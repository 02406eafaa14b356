import type { Package } from '../config/package.js';
import { InputError } from '../errors.js';
import type { AddressMap } from '../model/address-map.js';
import { type AccessBatch, type AccessTrace, READ, WRITE } from '../trace/batch.js';
import { type KernelRecord, type RunOptions, STACK_CLASSES } from './recording.js';
import { RowStore } from './row-store.js';
import type { Timers } from './timers.js';
import { kernelRecord, type Runnable, type Work } from './work.js';

const AHEAD = 64; // rows an engine holds before the trace waits for it
const HISTORY = 4096; // rows back that `after` can see, and rows an engine may have outstanding
const STORES = HISTORY; // stores an engine keeps back for tiles not computed yet
const UNISSUED = 1 << 24; // added to what is outstanding while some is not issued yet
const FOR_ARRIVALS = STACK_CLASSES.indexOf('starved_arrivals');
const FOR_WINDOW = STACK_CLASSES.indexOf('starved_window');
const FOR_COMPUTE = STACK_CLASSES.indexOf('starved_compute');
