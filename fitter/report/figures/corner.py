"""The corner plot: every pair of parameters, and each alone."""

from __future__ import annotations

from collections.abc import Mapping, Sequence
from dataclasses import replace
from typing import TYPE_CHECKING

import numpy as np

from fitter.array_types import FloatArray, ObjectArray
from fitter.errors import InputError
from fitter.report.digits import figures_for
from fitter.report.facts import axis_label, parameter
from fitter.report.figures.panels import (
    LINE,
    common_exponent,
    contours,
    draw_density,
    legend_layout,
    plot_range,
    run_legend,
    runs_of,
    thinned,
)
from fitter.report.figures.style import COLOURS, LEVELS, SINGLE, in_style, new_figure, width_inches
from fitter.report.prose import listed, symbol, with_unit

if TYPE_CHECKING:
    from matplotlib.axis import XAxis, YAxis
    from matplotlib.figure import Figure

    from fitter.inference.posterior import Posterior

__all__ = ["corner_caption", "corner_figure", "main_parameters"]

# Of the derived parameters, those that say something beside the sampled ones; the rest follow from them.
_MAIN_DERIVED = ("omega_k", "omega_lambda", "q0")
_MOST_PANELS = 7
_SMALL_PANEL, _TURNED = 0.95, 1.1  # inches: smaller panels get labels without units, and tick labels aslant
_LEFT, _BOTTOM, _TOP, _RIGHT, _GAP = 0.62, 0.62, 0.27, 0.1, 0.05  # inches, until the labels are measured
_PAD, _EDGE = 0.04, 0.05  # inches between numbers and label, and around everything
_LONE_RATIO = 0.62  # height over width of a panel that stands alone
_TITLE_SIZES = (9, 8)
_LISTED_SIZE, _LISTED_LINE = 8, 0.165  # points, inches


def main_parameters(posterior: Posterior) -> list[str]:
    """Names for the corner plot: sampled, marginalised, and the main derived ones.

    Left out: what hardly varies, and a derived parameter that repeats another of them (in flat space Ω_Λ is 1 − Ω_m: its panel
    would be a line).
    """
    names = [n for n, kind in posterior.kinds.items() if kind == "sampled" and _varies(posterior, n)]
    names += [n for n, kind in posterior.kinds.items() if kind == "marginalised" and _varies(posterior, n)]
    for name in _MAIN_DERIVED:
        if posterior.kinds.get(name) == "derived" and _varies(posterior, name) and not any(_repeats(posterior, name, n) for n in names):
            names.append(name)
    return names[:_MOST_PANELS]
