// Integrated by hand from the windows' definitions; 1.0645 is sqrt(pi / (4 ln 2)), common practice of the trade.
TEST_CASE("The area of a pulse goes with its shape") {
  const auto factor = [](const std::string& shape) {
    const auto reading = read(pulse("angle: pi, length: 4 us, shape: {" + shape + "}"), "");
    REQUIRE(reading.configuration.has_value());
    return reading.configuration->drives.at("red").pulses[0].area_factor;
  };
  CHECK(factor("kind: square, edge: 100 ns") == 1.0);
  CHECK(factor("kind: raised_cosine") == 1.0);
  // Sum over a fine grid of 0.42 - 0.5 cos(2 pi x) + 0.08 cos(4 pi x), and of where it exceeds one half.
  double area = 0.0, width = 0.0;
  const int points = 1'000'000;
  for (int i = 0; i < points; ++i) {
    const double phase = kTwoPi * (i + 0.5) / points;
    const double value = 0.42 - 0.5 * std::cos(phase) + 0.08 * std::cos(2.0 * phase);
    area += value / points;
    width += (value > 0.5 ? 1.0 : 0.0) / points;
  }
  CHECK(factor("kind: blackman") == Approx(area / width).epsilon(1e-5));
  CHECK(factor("kind: gaussian, width: 20") == Approx(1.0644670194312262).epsilon(1e-12));
  double sum = 0.0;  // the whole pulse is 2 lengths: exp(-4 ln 2 x^2) from -1 to 1
  for (int i = 0; i < points; ++i) {
    const double x = -1.0 + 2.0 * (i + 0.5) / points;
    sum += std::exp(-4.0 * std::log(2.0) * x * x) * 2.0 / points;
  }
  CHECK(factor("kind: gaussian, width: 2") == Approx(sum).epsilon(1e-9));
}
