/// Moves signals that a linear solve put where no signal can be.
void keep_signals_possible(Readout::Kind kind, Physical& start) {
  if (kind == Readout::Kind::binomial) {
    const double contrast = start.contrast();
    start.signal_ground = std::clamp(start.signal_ground, 0.005, 0.995);
    start.signal_excited = std::clamp(start.signal_excited, 0.005, 0.995);
    // Both at one end: a contrast must be left, or the fit has nothing to hold on to.
    if (start.signal_ground == start.signal_excited) start.signal_excited = start.signal_ground < 0.5 ? 0.5 : 0.5 * start.signal_ground;
    if (contrast * start.contrast() < 0.0) std::swap(start.signal_ground, start.signal_excited);
  } else if (kind == Readout::Kind::poisson) {
    const double least = 1e-3 * std::max(std::abs(start.signal_ground), std::abs(start.signal_excited));
    start.signal_ground = std::max(start.signal_ground, least);
    start.signal_excited = std::max(start.signal_excited, least);
  }
}

/// The start that a trial stands for, with the sign of the contrast asked for; false where priors rule it out.
bool physical_from(const Trial& trial, bool negative, const ScanBatch& scan, const Prior& prior, Readout::Kind kind, Physical& out) {
  const auto& k = trial.coefficients;
  const double amplitude = std::hypot(k[1], k[2]);
  if (!(amplitude > 0.0) || scan.kind != Axis::duration) return false;
  const double sign = negative ? -1.0 : 1.0;
  const double begins = prior.start.prepared == dynamics::Prepared::ground ? 1.0 : -1.0;
  // signal = ... - sign * begins * amplitude * cos(W t - phase)
  const double phase = std::atan2(-sign * begins * k[2], -sign * begins * k[1]);
  const double period = kTwoPi / trial.frequency;
  double dead = phase / trial.frequency;
  dead -= period * std::round((dead - prior.dead_time.mean) / period);
  const double reach = 6.0 * prior.dead_time.sigma;
  // A fit pulls a phase that the prior cannot hold back to its edge; half a period's error is the other sign's affair.
  if (std::abs(dead - prior.dead_time.mean) > std::max(reach, 0.3 * period)) return false;
  out = Physical{};
  out.generalised = trial.frequency;
  out.dead_time = std::clamp(dead, prior.dead_time.mean - 0.5 * reach, prior.dead_time.mean + 0.5 * reach);
  out.damping = trial.damping;
  const double middle = k[0] + (trial.damping > 0.0 ? k[3] : 0.0);
  double contrast = 2.0 * sign * amplitude;
  if (prior.contrast) {
    const auto& known = *prior.contrast;
    if (known.mean * sign + kKeptBelow / 10.0 * known.sigma < 0.0) return false;
    if (prior.detuning && known.sigma < 0.2) {
      const double missing = 1.0 - std::abs(contrast / known.mean);
      const double most = std::abs(prior.detuning->mean) + 4.0 * prior.detuning->sigma;
      if (missing > 0.0) out.detuning_square = std::min(missing * trial.frequency * trial.frequency, most * most);
      out.detuning_square = std::min(out.detuning_square, 0.8 * trial.frequency * trial.frequency);
      contrast /= 1.0 - out.detuning_square / (trial.frequency * trial.frequency);
    }
  }
  out.signal_ground = middle - sign * amplitude;
  out.signal_excited = out.signal_ground + contrast;
  keep_signals_possible(kind, out);
  return true;
}
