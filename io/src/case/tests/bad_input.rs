//! Every message, with the place it points to.

use super::{CASE, bad, with};

/// (what is replaced, by what, where the one fault must point, what the message must say).
type Row = (&'static str, &'static str, &'static str, &'static [&'static str]);

fn check(rows: &[Row]) {
    for (old, new, place, words) in rows {
        let text = with(old, new);
        let faults = bad(&text, &[]);
        let shown = faults.to_string();
        assert_eq!(faults.faults().len(), 1, "{new}\n{shown}");
        assert!(shown.starts_with(&format!("t.toml:{place}: ")), "{new} should be at {place}\n{shown}");
        for word in *words {
            assert!(shown.contains(word), "{new}: '{word}' is not in\n{shown}");
        }
    }
}

#[test]
fn unknown_words_get_the_nearest_legal_one() {
    check(&[
        ("mass =", "mas =", "11:1", &["'mas' is no word of [mover]", "did you mean 'mass'?"]),
        ("title =", "titel =", "1:1", &["'titel' is no word of a case file", "did you mean 'title'?"]),
        (
            "[travel]\n",
            "[travel]\nrelase = 1\n",
            "19:1",
            &["'relase' is no word of [travel]", "did you mean 'release'?"],
        ),
        (
            "name = \"M\"",
            "name = \"M\"\nthickness = \"1 mm\"",
            "14:1",
            &["'thickness' is no word of [[mover.magnet]]", "is a word of [[wall.layer]]"],
        ),
        ("", "[records]\nx = 1\n", "21:2", &["'records' is no word of a case file", "did you mean 'record'?"]),
        (
            "",
            "[zebra]\nx = 1\n",
            "21:2",
            &["'zebra' is no word", "words of this table: title, like, materials, record, wall"],
        ),
        ("", "[record]\nauthor = \"x\"\n", "22:1", &["'author' is no word of [record]", "document, revision, purpose"]),
        ("", "[accuracy]\ntargt = 1\n", "22:1", &["did you mean 'target'?"]),
        ("", "[output]\nfeilds = \"none\"\n", "22:1", &["did you mean 'fields'?"]),
        ("", "[curve]\nspeeds = [1, 2]\nspaceing = \"log\"\n", "23:1", &["did you mean 'spacing'?"]),
        ("[mover]\n", "[mover]\nmagnets = 1\n", "11:1", &["did you mean 'magnet'?"]),
    ]);
}
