"""A headless Chromium driven over its own pipe: no package, no port, no network."""

import json
import os
import select
import shutil
import subprocess
import tempfile
import time

FLAGS = [
    "--headless",
    "--no-sandbox",
    "--disable-gpu",
    "--disable-quic",
    "--no-first-run",
    "--disable-background-networking",
    "--disable-component-update",
    "--disable-sync",
    "--disable-dev-shm-usage",
    "--hide-scrollbars",
    "--force-color-profile=srgb",
    "--remote-debugging-pipe",
]


class Trouble(Exception):
    """The browser said no, or nothing in time."""


class Browser:
    """One Chromium process with one page."""

    def __init__(self, program="chromium"):
        path = shutil.which(program)
        if path is None:
            raise Trouble(f"{program} is not installed")
        self.profile = tempfile.mkdtemp(prefix="lenzbore-browser-")
        to_browser, self.out = os.pipe()
        self.inward, from_browser = os.pipe()
        command = [path, *FLAGS, f"--user-data-dir={self.profile}", "about:blank"]

        def place():
            # Chromium reads from descriptor 3 and writes to 4; both ends are moved out of the way first.
            a, b = os.dup2(to_browser, 103), os.dup2(from_browser, 104)
            os.dup2(a, 3)
            os.dup2(b, 4)

        self.process = subprocess.Popen(
            command, preexec_fn=place, close_fds=False, stdin=subprocess.DEVNULL, stdout=subprocess.DEVNULL, stderr=subprocess.DEVNULL
        )
        os.close(to_browser)
        os.close(from_browser)
        self.buffer = b""
        self.count = 0
        self.events = []
        target = self.send("Target.createTarget", url="about:blank")["targetId"]
        self.session = self.send("Target.attachToTarget", targetId=target, flatten=True)["sessionId"]
        for domain in ("Page", "Runtime", "Log", "Network"):
            self.send(f"{domain}.enable")

    def __enter__(self):
        return self

    def __exit__(self, *_):
        self.process.terminate()
        try:
            self.process.wait(10)
        except subprocess.TimeoutExpired:
            self.process.kill()
            self.process.wait()
        os.close(self.out)
        os.close(self.inward)
        shutil.rmtree(self.profile, ignore_errors=True)

    def send(self, method, **params):
        """Calls a method of the browser and gives its result."""
        self.count += 1
        message = {"id": self.count, "method": method, "params": params}
        if getattr(self, "session", None) and not method.startswith("Target."):
            message["sessionId"] = self.session
        os.write(self.out, json.dumps(message).encode() + b"\0")
        while True:
            answer = self.receive(60)
            if answer.get("id") == self.count:
                if "error" in answer:
                    raise Trouble(f"{method}: {answer['error']}")
                return answer["result"]

    def receive(self, seconds):
        """The next message; events are kept too."""
        deadline = time.monotonic() + seconds
        while b"\0" not in self.buffer:
            left = deadline - time.monotonic()
            if left <= 0 or not select.select([self.inward], [], [], left)[0]:
                raise Trouble("the browser does not answer")
            piece = os.read(self.inward, 1 << 20)
            if not piece:
                raise Trouble("the browser has ended")
            self.buffer += piece
        raw, self.buffer = self.buffer.split(b"\0", 1)
        message = json.loads(raw)
        if "method" in message:
            self.events.append(message)
        return message

    def evaluate(self, expression):
        """The value of a JavaScript expression, promises awaited."""
        answer = self.send("Runtime.evaluate", expression=expression, awaitPromise=True, returnByValue=True)
        if "exceptionDetails" in answer:
            raise Trouble(f"{expression[:80]}: {answer['exceptionDetails'].get('exception', {}).get('description')}")
        return answer["result"].get("value")

    def wait_for(self, expression, seconds=30):
        """Waits until an expression holds."""
        deadline = time.monotonic() + seconds
        while time.monotonic() < deadline:
            if self.evaluate(expression):
                return
            time.sleep(0.05)
        raise Trouble(f"in {seconds} s never: {expression}")

    def open(self, path, width=1280, height=900):
        """Opens a file at a window size."""
        self.send("Emulation.setDeviceMetricsOverride", width=width, height=height, deviceScaleFactor=1, mobile=width < 600)
        self.send("Page.navigate", url="file://" + os.path.abspath(path))
        self.wait_for("document.readyState === 'complete' && location.protocol === 'file:'")

    def key(self, name, text=None):
        """Presses and lets go of a key."""
        codes = {"ArrowLeft": 37, "ArrowUp": 38, "ArrowRight": 39, "ArrowDown": 40, "Tab": 9, "Escape": 27, " ": 32, "Home": 36, "End": 35}
        common = {"key": name, "windowsVirtualKeyCode": codes.get(name, ord(name[0])), "code": "Space" if name == " " else name}
        self.send("Input.dispatchKeyEvent", type="keyDown", **common, **({"text": text or name} if len(name) == 1 else {}))
        self.send("Input.dispatchKeyEvent", type="keyUp", **common)

    def point_at(self, x, y):
        """Moves the mouse."""
        self.send("Input.dispatchMouseEvent", type="mouseMoved", x=x, y=y)

    def complaints(self):
        """Errors and warnings of scripts, of the policy, of loading, and requests that leave the file."""
        found = []
        for event in self.events:
            method, params = event["method"], event.get("params", {})
            if method == "Runtime.exceptionThrown":
                details = params["exceptionDetails"]
                found.append("exception: " + (details.get("exception", {}).get("description") or details["text"]))
            elif method == "Runtime.consoleAPICalled" and params["type"] in ("error", "warning", "assert"):
                found.append("console: " + " ".join(str(a.get("value", a.get("description"))) for a in params["args"]))
            elif method == "Log.entryAdded" and params["entry"]["level"] in ("error", "warning"):
                found.append("log: " + params["entry"]["text"])
            elif method == "Network.requestWillBeSent":
                url = params["request"]["url"]
                if not url.startswith(("file:", "data:", "blob:", "about:")):
                    found.append("request: " + url)
        return found

    def picture(self, whole=True):
        """The page as PNG bytes."""
        import base64

        options = {"format": "png", "captureBeyondViewport": whole}
        if whole:
            size = self.send("Page.getLayoutMetrics")["cssContentSize"]
            options["clip"] = {"x": 0, "y": 0, "width": size["width"], "height": min(size["height"], 16000), "scale": 1}
        return base64.b64decode(self.send("Page.captureScreenshot", **options)["data"])

    def paper(self):
        """The page printed on A4, as PDF bytes."""
        import base64

        data = self.send("Page.printToPDF", preferCSSPageSize=True, printBackground=True)["data"]
        return base64.b64decode(data)
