#[test]
fn steady_travel_in_an_endless_wall() {
    let text = with("\"600 mm\"", "\"endless\"")
        .replace("law = \"free\"\nrelease = \"640 mm\"", "law = \"steady\"\nspeed = \"2 m/s\"");
    let case = good(&text, &[]);
    assert_eq!(case.problem.travel, Travel::Steady { velocity_m_per_s: 2.0 });
    assert_eq!(case.problem.wall.extent, Extent::Endless);
    assert!(case.not_modelled.is_empty());
}

#[test]
fn a_case_may_ask_for_a_curve_alone() {
    let text = with(
        "[travel]\nlaw = \"free\"\nrelease = \"640 mm\"\n",
        "[curve]\nspeeds = [\"0.1 m/s\", \"10 m/s\"]\npoints = 3\n",
    );
    let case = good(&text, &[]);
    assert!(!case.travel_given);
    let curve = case.curve.as_ref().unwrap();
    assert_eq!((curve.speeds_m_per_s[0], curve.speeds_m_per_s[2]), (0.1, 10.0));
    approx::assert_relative_eq!(curve.speeds_m_per_s[1], 1.0, max_relative = 1e-12);
    assert!(curve.cautions[0].contains("600 mm have ends that are left out"));
    let problem = case.curve_problem().unwrap();
    assert_eq!((problem.wall.extent, problem.faults()), (Extent::Endless, Vec::new()));
}

#[test]
fn curves_are_spread_or_listed() {
    let curve = |words: &str| good(&with("", &format!("[curve]\n{words}\n")), &[]).curve.unwrap().speeds_m_per_s;
    assert_eq!(curve("speeds = [1, 3]\npoints = 5\nspacing = \"linear\""), [1.0, 1.5, 2.0, 2.5, 3.0]);
    assert_eq!(curve("speeds = [1, 2, 5]"), [1.0, 2.0, 5.0]);
    let forty = curve("speeds = [\"0.01 m/s\", \"50 m/s\"]");
    assert_eq!((forty.len(), forty[0], forty[39]), (40, 0.01, 50.0));
    assert!(forty.windows(2).all(|w| w[0] < w[1]));
}

#[test]
fn a_curve_sweeps_temperatures_positions_and_strokes() {
    let plan = |words: &str| good(&with("", &format!("[curve]\n{words}\n")), &[]).curve.unwrap();
    let hot = plan("speeds = [1, 2, 5]\ntemperatures = [\"-30 degC\", \"70 degC\"]");
    approx::assert_relative_eq!(hot.temperatures_k[0], 243.15, max_relative = 1e-12);
    assert_eq!((hot.temperatures_k.len(), hot.positions_m.len(), hot.strokes), (2, 0, None));
    let along = plan("positions = [\"0 mm\", \"90 mm\"]\npoints = 4");
    assert_eq!((along.speeds_m_per_s.len(), along.positions_m.len(), along.length_m), (0, 4, Some(0.6)));
    approx::assert_relative_eq!(along.positions_m[1], 0.03, max_relative = 1e-12);
    assert!(along.cautions.is_empty(), "nothing is taken as endless");
    let travel = "[travel]\nlaw = \"free\"\nrelease = \"640 mm\"\n";
    let alone = good(&with(travel, "[curve]\npositions = [0, 0.02, 0.3]\n"), &[]);
    let problem = alone.positions_problem().unwrap();
    assert_eq!((problem.faults(), problem.wall.length_m(), alone.curve_problem()), (Vec::new(), Some(0.6), None));
    let stroke = "[travel]\nlaw = \"sine\"\namplitude = \"4 mm\"\nfrequency = \"20 Hz\"\n";
    let swept = good(&with(travel, &format!("{stroke}[curve]\nfrequencies = [10, 20]\n")), &[]);
    let strokes = swept.curve.as_ref().unwrap().strokes.clone().unwrap();
    assert_eq!(
        (strokes.frequencies_hz.as_slice(), strokes.amplitudes_m.as_slice()),
        ([10.0, 20.0].as_slice(), [0.004].as_slice())
    );
    assert_eq!(swept.stroke_problem(10.0, 0.004).unwrap().faults(), []);
}

#[test]
fn stacks_are_built_bottom_to_top_about_their_middle() {
    let p = good(
        &with("[mover]\n", "[mover]\nstack = [\"M+\", \"S\", \"M-\"]\nstack_gap = \"0.1 mm\"\n")
            .replace("[travel]", "[[mover.spacer]]\nname = \"S\"\nlength = \"4 mm\"\n[travel]"),
        &[],
    )
    .problem;
    // 12 + 0.1 + 4 + 0.1 + 12 = 28.2 mm: centres 8.1 mm from the middle.
    let centres: Vec<f64> = p.mover.parts.iter().map(|p| p.centre_m).collect();
    approx::assert_relative_eq!(centres[0], -0.0081, max_relative = 1e-12);
    approx::assert_relative_eq!(centres[1], 0.0081, max_relative = 1e-12);
    let remanences: Vec<f64> = p
        .mover
        .parts
        .iter()
        .map(|p| match p.source {
            Source::Magnet { remanence_tesla, .. } => remanence_tesla,
            _ => 0.0,
        })
        .collect();
    assert_eq!(remanences, [1.3, -1.3]);
}

#[test]
fn the_reference_point_of_a_stack_can_be_moved() {
    let first = |reference: &str| {
        let text = with("[mover]\n", &format!("[mover]\nstack = [\"M+\", \"M-\"]\nreference = {reference}\n"));
        good(&text, &[]).problem.mover.parts[0].centre_m
    };
    for (reference, centre) in
        [("\"middle\"", -0.006), ("\"lower end\"", 0.006), ("\"upper end\"", -0.018), ("\"2 mm\"", 0.004)]
    {
        approx::assert_relative_eq!(first(reference), centre, max_relative = 1e-12);
    }
}

#[test]
fn stacks_with_faults_point_at_the_entry() {
    for (stack, words) in [
        ("[\"M+\", \"N-\"]", "t.toml:11:16: no part of [mover] is named 'N'"),
        ("[\"M\"]", "a sign behind the name says where its north points"),
        ("[\"S+\"]", "a spacer has no north"),
        ("[\"D+\"]", "a dipole has no length to stack"),
        ("[3]", "a stack lists the names of its parts"),
        ("[]", "a stack names 1 to 1000 parts"),
        ("\"M+\"", "'stack' is a text here, and a list belongs here"),
    ] {
        let extra = "[[mover.spacer]]\nname = \"S\"\nlength = \"4 mm\"\n[[mover.dipole]]\nname = \"D\"\nmoment = \"1 A m2\"\n[travel]";
        let text = with("[mover]\n", &format!("[mover]\nstack = {stack}\n")).replace("[travel]", extra);
        let shown = super::bad(&text, &[]).to_string();
        assert!(shown.contains(words), "{stack}\n{shown}");
    }
}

——————

Your goal —
Please give again only the lines from the start of the material through the line holding "const STORES = HISTORY;", exactly as they are written.

Written response —
repository 02406eafaa14b356
import type { Package } from '../config/package.js';
import { InputError } from '../errors.js';
import type { AddressMap } from '../model/address-map.js';
import { type AccessBatch, type AccessTrace, READ, WRITE } from '../trace/batch.js';
import { type KernelRecord, type RunOptions, STACK_CLASSES } from './recording.js';
import { RowStore } from './row-store.js';
import type { Timers } from './timers.js';
import { kernelRecord, type Runnable, type Work } from './work.js';

const AHEAD = 64; // rows an engine holds before the trace waits for it
const HISTORY = 4096; // rows back that `after` can see, and rows an engine may have outstanding
const STORES = HISTORY; // stores an engine keeps back for tiles not computed yet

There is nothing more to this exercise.